TASK ITEM: Copy every line from the records below that carries the word "loud".

GIVEN INFORMATION:

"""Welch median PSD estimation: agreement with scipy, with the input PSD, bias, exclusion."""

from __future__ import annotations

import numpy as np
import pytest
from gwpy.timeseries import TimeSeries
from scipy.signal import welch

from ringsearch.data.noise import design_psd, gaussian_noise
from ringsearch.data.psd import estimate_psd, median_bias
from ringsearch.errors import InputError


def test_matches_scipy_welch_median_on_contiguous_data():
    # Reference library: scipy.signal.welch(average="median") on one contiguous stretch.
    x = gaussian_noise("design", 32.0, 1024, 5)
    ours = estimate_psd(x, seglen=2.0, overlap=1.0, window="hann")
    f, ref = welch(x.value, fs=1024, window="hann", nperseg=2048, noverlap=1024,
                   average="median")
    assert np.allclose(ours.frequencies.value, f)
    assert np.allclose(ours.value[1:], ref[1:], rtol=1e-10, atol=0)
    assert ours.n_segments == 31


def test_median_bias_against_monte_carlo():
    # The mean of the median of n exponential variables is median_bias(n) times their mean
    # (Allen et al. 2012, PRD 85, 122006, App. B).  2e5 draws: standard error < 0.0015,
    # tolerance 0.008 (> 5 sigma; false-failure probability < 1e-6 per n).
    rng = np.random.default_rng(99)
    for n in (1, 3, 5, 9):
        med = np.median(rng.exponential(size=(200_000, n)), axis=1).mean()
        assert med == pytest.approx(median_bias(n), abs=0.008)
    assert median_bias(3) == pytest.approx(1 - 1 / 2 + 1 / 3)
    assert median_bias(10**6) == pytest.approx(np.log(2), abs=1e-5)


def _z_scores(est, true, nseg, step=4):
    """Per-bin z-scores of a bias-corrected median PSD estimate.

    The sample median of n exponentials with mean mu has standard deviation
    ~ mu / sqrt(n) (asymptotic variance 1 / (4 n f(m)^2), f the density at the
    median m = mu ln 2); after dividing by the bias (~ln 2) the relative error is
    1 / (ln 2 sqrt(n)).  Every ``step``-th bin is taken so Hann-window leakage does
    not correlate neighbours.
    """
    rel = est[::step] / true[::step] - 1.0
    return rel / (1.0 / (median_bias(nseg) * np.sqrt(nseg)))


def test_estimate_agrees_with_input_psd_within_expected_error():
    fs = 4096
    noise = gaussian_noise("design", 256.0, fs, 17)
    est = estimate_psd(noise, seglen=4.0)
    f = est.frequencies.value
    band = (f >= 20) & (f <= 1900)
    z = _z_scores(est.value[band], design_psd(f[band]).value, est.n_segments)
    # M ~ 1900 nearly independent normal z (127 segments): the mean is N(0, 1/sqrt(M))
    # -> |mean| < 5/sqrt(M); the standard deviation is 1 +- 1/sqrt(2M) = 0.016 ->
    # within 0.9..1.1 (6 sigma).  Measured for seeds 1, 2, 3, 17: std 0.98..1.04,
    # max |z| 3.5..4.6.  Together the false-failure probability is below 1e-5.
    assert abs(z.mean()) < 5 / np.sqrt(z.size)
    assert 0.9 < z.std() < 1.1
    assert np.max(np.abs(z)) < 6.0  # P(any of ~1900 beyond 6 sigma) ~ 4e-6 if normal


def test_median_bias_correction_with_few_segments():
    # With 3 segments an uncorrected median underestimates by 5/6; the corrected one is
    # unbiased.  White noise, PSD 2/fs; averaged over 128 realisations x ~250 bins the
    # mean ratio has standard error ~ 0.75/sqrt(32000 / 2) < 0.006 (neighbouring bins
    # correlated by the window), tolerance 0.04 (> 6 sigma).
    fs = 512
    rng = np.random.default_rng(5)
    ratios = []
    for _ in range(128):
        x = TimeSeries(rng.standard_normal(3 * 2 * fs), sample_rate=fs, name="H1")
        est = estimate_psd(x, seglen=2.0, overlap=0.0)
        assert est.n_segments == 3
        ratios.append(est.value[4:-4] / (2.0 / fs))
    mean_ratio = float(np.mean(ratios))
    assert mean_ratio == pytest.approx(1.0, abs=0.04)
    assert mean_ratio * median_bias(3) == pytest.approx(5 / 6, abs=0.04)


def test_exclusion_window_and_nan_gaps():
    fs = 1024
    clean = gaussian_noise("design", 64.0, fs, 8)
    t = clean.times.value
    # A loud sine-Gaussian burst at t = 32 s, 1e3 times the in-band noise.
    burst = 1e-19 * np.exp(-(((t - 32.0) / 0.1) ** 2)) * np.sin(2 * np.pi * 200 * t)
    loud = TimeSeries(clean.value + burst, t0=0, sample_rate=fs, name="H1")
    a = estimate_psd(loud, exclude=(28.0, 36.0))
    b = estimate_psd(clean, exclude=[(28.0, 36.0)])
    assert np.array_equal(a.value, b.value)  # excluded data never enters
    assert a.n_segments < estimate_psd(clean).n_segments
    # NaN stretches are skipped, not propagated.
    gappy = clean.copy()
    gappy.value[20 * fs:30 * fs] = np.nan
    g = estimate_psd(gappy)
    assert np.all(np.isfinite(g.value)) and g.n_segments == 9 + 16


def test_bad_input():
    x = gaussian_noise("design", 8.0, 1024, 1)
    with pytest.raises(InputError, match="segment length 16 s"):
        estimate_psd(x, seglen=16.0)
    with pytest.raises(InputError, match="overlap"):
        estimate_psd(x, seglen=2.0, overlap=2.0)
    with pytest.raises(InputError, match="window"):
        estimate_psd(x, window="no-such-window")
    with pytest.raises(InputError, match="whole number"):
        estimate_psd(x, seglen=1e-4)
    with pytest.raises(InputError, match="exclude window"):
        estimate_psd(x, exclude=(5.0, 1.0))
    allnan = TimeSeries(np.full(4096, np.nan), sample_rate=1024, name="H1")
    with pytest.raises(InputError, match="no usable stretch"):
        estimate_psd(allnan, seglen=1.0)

SOLUTION BELOW:
    # A loud sine-Gaussian burst at t = 32 s, 1e3 times the in-band noise.
    loud = TimeSeries(clean.value + burst, t0=0, sample_rate=fs, name="H1")
    a = estimate_psd(loud, exclude=(28.0, 36.0))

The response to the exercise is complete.